The UNESCO sites in Barbados


There is an astonishing number of UNESCO sites in Barbados. The small Caribbean island used to be among the top producers and exporters of sugar during the 17th century. The result – a rick colonial architecture preserved under UNESCO heritage fund.

Today, Barbados is famous for it’s friendly people, festivals, nice beaches, relaxed atmosphere, and rich cultural heritage. If you plan to visit the island, do not forget to obtain the online travel Customs and Immigration Form – the Barbados ED Card.

Apart from the wide beaches and the warm sea, here are some of the most important UNESCO sites in Barbados:


The capital of Barbados was designates as World Heritage Site in 2011 aiming to preserve and protect Bridgetown’s historic and cultural heritage for the generations to come. It also raises awareness of the city’s significance on a global scale.

The key reasons for Bridgetown’s UNESCO 2011 designation are:

  1. Historical Significance: Bridgetown has a rich history dating back to the 17th century when it was established as a British colonial town. The city played a crucial role in the development of the British Atlantic trade and was a hub for commerce, particularly the sugar and slave trades.
  2. Architectural Heritage: The city features a variety of historic buildings and structures that reflect its colonial past.
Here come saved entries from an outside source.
"""SQLite cache of resolutions: one row per distinct normalised string.

The table ``resolution`` holds the whole answer: the geo fields as columns and
the candidates and per-country evidence as JSON, with the resolver, index and
calibration version that produced it, and timestamps. A row made by another
version is a miss, so a new index never serves stale answers. WAL mode lets a
reader and a writer share the file; writes are batched in one transaction per
chunk, so an interrupted run keeps what it committed.

For reruns of whole files (``columnar.answer_table``) three more tables hold,
under the resolver version that made them: ``text_key``, each raw text's key
(stored when the text is first normalised; cells longer than a few thousand
characters are not kept); ``answer_pack``, raw texts with their stored
answers as blocks of columns (Parquet; Arrow IPC in layout 4), read back in
one query; and
``prior_pack``, what a file prior did to the answers it weighed, by the
prior's fingerprint. All three are caches of the tables above: rows of
another resolver version are never read.

A cache file is marked as ours by ``PRAGMA application_id`` (``APPLICATION_ID``)
and a table ``geonorm_meta`` holding the layout version (``CACHE_SCHEMA``).
Opening a file:

- a new or empty file becomes a cache;
- our own cache is used as it is (one made by a newer layout is refused);
- a cache of an earlier release (no marker, but only our tables with our
  columns) is marked and migrated: its stored answers are dropped when their
  layout is older, review decisions and everything else are kept;
- any other SQLite file is refused with a ``CacheError`` and left unchanged:
  no table we did not create is ever dropped.

The layout is set up in one ``BEGIN IMMEDIATE`` transaction with ``CREATE
TABLE IF NOT EXISTS``, so many runs opening one new file at once all succeed.
Every write is one explicit transaction: a killed run leaves all of it or
none of it.
"""

from __future__ import annotations

import functools
import io
import itertools
import json
import os
import random
import sqlite3
import time
from collections.abc import Callable, Iterable, Iterator, Mapping, Sequence
from contextlib import contextmanager
from pathlib import Path
from typing import TYPE_CHECKING, Any, ParamSpec, TypeVar

from ..clock import utc_stamp
from ..errors import CacheError
from ..paths import data_dir
from ..resolve.resolution import Candidate, Reason, Resolution, Status
from .remote_answer import RemoteAnswer, answer_from_json, answer_to_json

if TYPE_CHECKING:  # polars is imported where columns are read: a lookup does not need it
    import polars as pl

__all__ = ["APPLICATION_ID", "CACHE_SCHEMA", "Cache", "default_cache_path"]

# Layout of our tables, kept in geonorm_meta; 2 was the last unmarked one. 5: blocks of
# columns are stored as Parquet (4 stored Arrow IPC, which is still read).
CACHE_SCHEMA = 5
APPLICATION_ID = 0x67656F6E  # "geon" in ASCII: PRAGMA application_id of a geonorm cache
_BUSY_SECONDS = 60.0  # how long to wait for another run's write lock before giving up
# Reasons whose answers the file prior may re-rank: their evidence is read back.
_DETAILED = {Reason.AMBIGUOUS.value, Reason.CITY_BY_SIZE.value, Reason.SEVERAL_COUNTRIES.value}
_STATUS = {s.value: s for s in Status}
_REASON = {r.value: r for r in Reason}


# The answer columns read in bulk (``answer_rows``), with their polars types.
ANSWER_COLUMNS: dict[str, str] = {
    "key": "String",
    "status": "String",
    "reason": "String",
    "country": "String",
    "subdivision": "String",
    "city": "String",
    "lat": "Float64",
    "lon": "Float64",
    "confidence": "Float64",
}
_SCAN_SHARE = 4  # asking for at least 1/4 of a table: one sequential scan beats IN queries
_SCAN_MIN = 5000  # below this many keys, IN queries always
_PACKS = 16  # answer packs kept before they are merged into one
_PRIORS = 16  # file priors whose results are kept (the latest)
_PACK_ROWS = 1_000_000  # packs up to this many rows are read whatever a run asks for


_T = TypeVar("_T")
_P = ParamSpec("_P")
_BATCH = 900  # keys per "IN (...)" query: below SQLite's limit on bound parameters

_RESOLUTION_COLUMNS = (
    "key, version, status, reason, country, subdivision, city, lat, lon, geonameid, "
    "confidence, score, detail, created, updated"
)
_OVERRIDE_COLUMNS = (
    "key",
    "text",
    "country",
    "subdivision",
    "city",
    "lat",
    "lon",
    "geonameid",
    "not_a_place",
    "note",
    "decided_at",
    "source",
)
# The layout: (table, column definitions, primary key). Types as earlier releases made them.
_LAYOUT: tuple[tuple[str, str, str], ...] = (
    (
        "resolution",
        "[key] TEXT, [version] TEXT, [status] TEXT, [reason] TEXT, [country] TEXT, "
        "[subdivision] TEXT, [city] TEXT, [lat] FLOAT, [lon] FLOAT, [geonameid] INTEGER, "
        "[confidence] FLOAT, [score] FLOAT, [detail] TEXT, [created] TEXT, [updated] TEXT",
        "[key]",
    ),
    (
        "override",
        "[key] TEXT, [text] TEXT, [country] TEXT, [subdivision] TEXT, [city] TEXT, "
        "[lat] FLOAT, [lon] FLOAT, [geonameid] INTEGER, [not_a_place] INTEGER, [note] TEXT, "
        "[decided_at] TEXT, [source] TEXT",
        "[key]",
    ),
    ("queue", "[key] TEXT, [text] TEXT, [exported_at] TEXT, [file] TEXT", "[key]"),
    (
        "remote_answer",
        "[provider] TEXT, [key] TEXT, [status] TEXT, [answer] TEXT, [asked_at] TEXT",
        "[provider], [key]",
    ),
    ("remote_usage", "[provider] TEXT, [requests] INTEGER", "[provider]"),
    ("run", "[output] TEXT, [input] TEXT, [column] TEXT, [at] TEXT, [remote] TEXT", "[output]"),
    ("geonorm_meta", "[name] TEXT, [value] TEXT", "[name]"),
    # Raw text → its key, as the resolver version of ``version`` normalised it (layout 4).
    ("text_key", "[text] TEXT, [version] TEXT, [key] TEXT", "[text]"),
    # Stored answers by raw text, as blocks of columns (``_block``) (layout 4).
    ("answer_pack", "[id] INTEGER, [version] TEXT, [rows] INTEGER, [data] BLOB", "[id]"),
    # What a file prior did to the answers it weighed, by the prior's fingerprint (layout 4).
    ("prior_pack", "[fingerprint] TEXT, [version] TEXT, [at] TEXT, [data] BLOB", "[fingerprint]"),
)
# Tables no unmarked cache had.
_SINCE_MARKED = frozenset({"geonorm_meta", "text_key", "answer_pack", "prior_pack"})


def _columns(definition: str) -> frozenset[str]:
    return frozenset(part.split("]")[0].strip(" [") for part in definition.split(","))


# Tables and column sets of the caches earlier releases made (no marker): a file holding
# only these is ours to migrate. The first resolution layout kept the answer as JSON.
_EARLIER: dict[str, tuple[frozenset[str], ...]] = {
    name: (_columns(cols),) for name, cols, _ in _LAYOUT if name not in _SINCE_MARKED
}
_EARLIER["resolution"] += (
    _columns("[key], [version], [status], [country], [confidence], [reason], [data], [created]")
    | {"updated"},
)
_EARLIER["run"] += (_columns("[output], [input], [column], [at]"),)
_LAST_UNMARKED = 2  # PRAGMA user_version of the last unmarked layout, whose answers stay


# -- what an SQLite error means for the user ----------------------------------
_BUSY, _LOCKED, _CORRUPT, _FULL, _NOTADB = 5, 6, 11, 13, 26
_NOT_WRITABLE = {3, 8, 14}  # SQLITE_PERM, SQLITE_READONLY, SQLITE_CANTOPEN


_DAMAGED = (
    "the cache file is damaged; restore it from a backup, or pass another `cache` "
    "file (a new cache resolves every string again, and has no review decisions)"
)


def _hint(exc: BaseException) -> str:
    """What to do next, from the cause of ``exc`` (its SQLite result code, else its text)."""
    code = getattr(exc, "sqlite_errorcode", None)
    code = code & 0xFF if isinstance(code, int) else None
    text = str(exc).lower()
    if code in (_BUSY, _LOCKED) or "locked" in text:
        return (
            "another run is using this cache and holds its lock; wait for it to finish, "
            "or pass another `cache` file"
        )
    if code == _NOTADB or "not a database" in text:
        return (
            "the file is not an SQLite database; pass another `cache` file "
            "(a new file name makes a new cache)"
        )
    if code == _CORRUPT or "malformed" in text:
        return _DAMAGED
    if code == _FULL or "disk is full" in text:
        return "the disk is full; free some space and run again"
    if code in _NOT_WRITABLE or isinstance(exc, OSError) or "readonly" in text:
        return "check the file and its folder exist and are writable, or pass another `cache` file"
    return "check the disk has space and the file is writable"


def _guarded(method: Callable[_P, _T]) -> Callable[_P, _T]:
    """Let every SQLite error of a cache method leave as a ``CacheError`` with a hint."""

    @functools.wraps(method)
    def wrapper(*args: _P.args, **kwargs: _P.kwargs) -> _T:
        try:
            return method(*args, **kwargs)
        except sqlite3.Error as exc:
            path = getattr(args[0], "path", "?")
            raise CacheError(f"the cache at {path} failed: {exc}", hint=_hint(exc)) from exc

    return wrapper


@contextmanager
def _transaction(conn: sqlite3.Connection) -> Iterator[sqlite3.Connection]:
    """One explicit write transaction: ``BEGIN IMMEDIATE`` … ``COMMIT``, all or nothing."""
    conn.execute("BEGIN IMMEDIATE")
    try:
        yield conn
    except BaseException:
        if conn.in_transaction:
            conn.execute("ROLLBACK")
        raise
    conn.execute("COMMIT")


def default_cache_path() -> Path:
    env = os.environ.get("GEONORM_CACHE")
    return Path(env) if env else data_dir() / "cache.sqlite"


# -- recognising and setting up a cache file ----------------------------------
@contextmanager
def _snapshot(conn: sqlite3.Connection) -> Iterator[None]:
    """A read transaction: the statements inside see one state of the file."""
    conn.execute("BEGIN DEFERRED")
    try:
        yield
    finally:
        conn.execute("COMMIT")


def _tables(conn: sqlite3.Connection) -> dict[str, frozenset[str]]:
    """The file's own tables (SQLite's internal ones aside) and their columns."""
    names = [
        r[0]
        for r in conn.execute(
            "SELECT name FROM sqlite_master WHERE type = 'table' AND name NOT LIKE 'sqlite\\_%' "
            "ESCAPE '\\'"
        )
    ]
    return {
        n: frozenset(r[0] for r in conn.execute("SELECT name FROM pragma_table_info(?)", (n,)))
        for n in names
    }


def _inspect(conn: sqlite3.Connection) -> tuple[str, dict[str, frozenset[str]]]:
    """What the file is: "new", "ours", "earlier" (an unmarked cache) or "foreign"."""
    if conn.in_transaction:
        app_id, tables, objects = _facts(conn)
    else:
        with _snapshot(conn):  # one read transaction: another run may be setting it up
            app_id, tables, objects = _facts(conn)
    if app_id == APPLICATION_ID:
        return "ours", tables
    if app_id or (objects and not tables):
        return "foreign", tables
    if not tables:
        return "new", tables
    if all(cols in _EARLIER.get(name, ()) for name, cols in tables.items()):
        return "earlier", tables
    return "foreign", tables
Notable examples include the Parliament Buildings, the Chamberlain Bridge, and the Careenage.
  3. Cultural Diversity: Bridgetown has been shaped by a diverse cultural heritage, influenced by British, African, and other Caribbean cultures. This diversity is evident in the architecture, customs, and traditions of the city.
  4. Role in Atlantic Trade: As a major port city, Bridgetown was a focal point for the transatlantic slave trade and the movement of goods between the Old World and the New World.
  5. Connection to Global History: The city’s history is closely tied to broader global historical events, including the colonization of the Caribbean, the development of sugar plantations, and the impact of the Atlantic slave trade.

The Garrison

The Garrison was established during the British colonial period to serve as a military installation. It became the headquarters of the British Windward and Leeward Islands Station in the 18th and 19th centuries. The area includes a variety of historic buildings and structures, many of which have been well-preserved. The Garrison site includes:

  • George Washington House: This house is believed to be where the first President of the United States, George Washington, stayed during his visit to Barbados in 1751, in his only trip outside North America.
  • The Main Guard: A military guardhouse that dates back to the 1800s.
  • The Clock Tower: Erected in 1803, the clock tower served as a timepiece for the military.
  • The Barbados Museum and Historical Society: Housed in the former military prison, the museum showcases the history and culture of Barbados.
  • St. Ann’s Fort: Originally built in the 1700s, this fort has undergone various modifications and was part of the island’s defense system.

The Garrison is not only historically significant for its military role but also for its architectural and cultural heritage. In 2011, UNESCO granted the site, along with the capital, the World Heritage title due to its significant importance to the Caribbean history. While exploring The Garrison, visitors can better understand Barbados’ past.

George Washington House

One of the most visited buildings in the Garrison is the House once visited by the first president of the United States, George Washington. Back in 1971, young Washington visited Barbados and stayed a sugar cane plantation known at the time as the Bush Hill House. The George Washington House is important for another reason too – Barbados is the only destination outside North America visited by him.

In 2011, accidently was discovered a network of underground tunnels, a drainage system, linking the House to the plantations. These tunnels were also meant to be used as an escape route in case of emergency.

Nidhe Israel Synagogue

One of the oldest synagogues in the Western Hemisphere. It has a rich history dating back to the 17th century, and it is closely associated with the Jewish community that settled in Barbados during the colonial period. The synagogue is a symbol of religious diversity and cultural heritage of Barbados and remains an important cultural and historical landmark on the island.

Charles Fort

Another construction from the Garrison site is the Charles Fort – one of the military fortifications that contributed to the defense of the island during the colonial period. Built in 1650 and reconstructed in 1811, the fort played strategic role in the defense of the British Caribbean colony.

Morgan Lewis Windmill

The sugarcane wind mill is another construction in the borders of The Garrison. Perfectly preserved it gives idea of the landscape of old Barbados when sugar has driven the economy of the region. The windmill represents the technology and infrastructure used in sugar production providing insights into the island’s agricultural history.


Not part of the World Heritage Site, Rihanna is what made Barbados and its festivals a famous around the globe. In 2018, Rihanna was appointed as the Ambassador Extraordinary and Plenipotentiary of Barbados, with a focus on education, tourism, and investment. This formal role strengthens her connection to Barbados and allows her to contribute to the country’s development on a diplomatic level.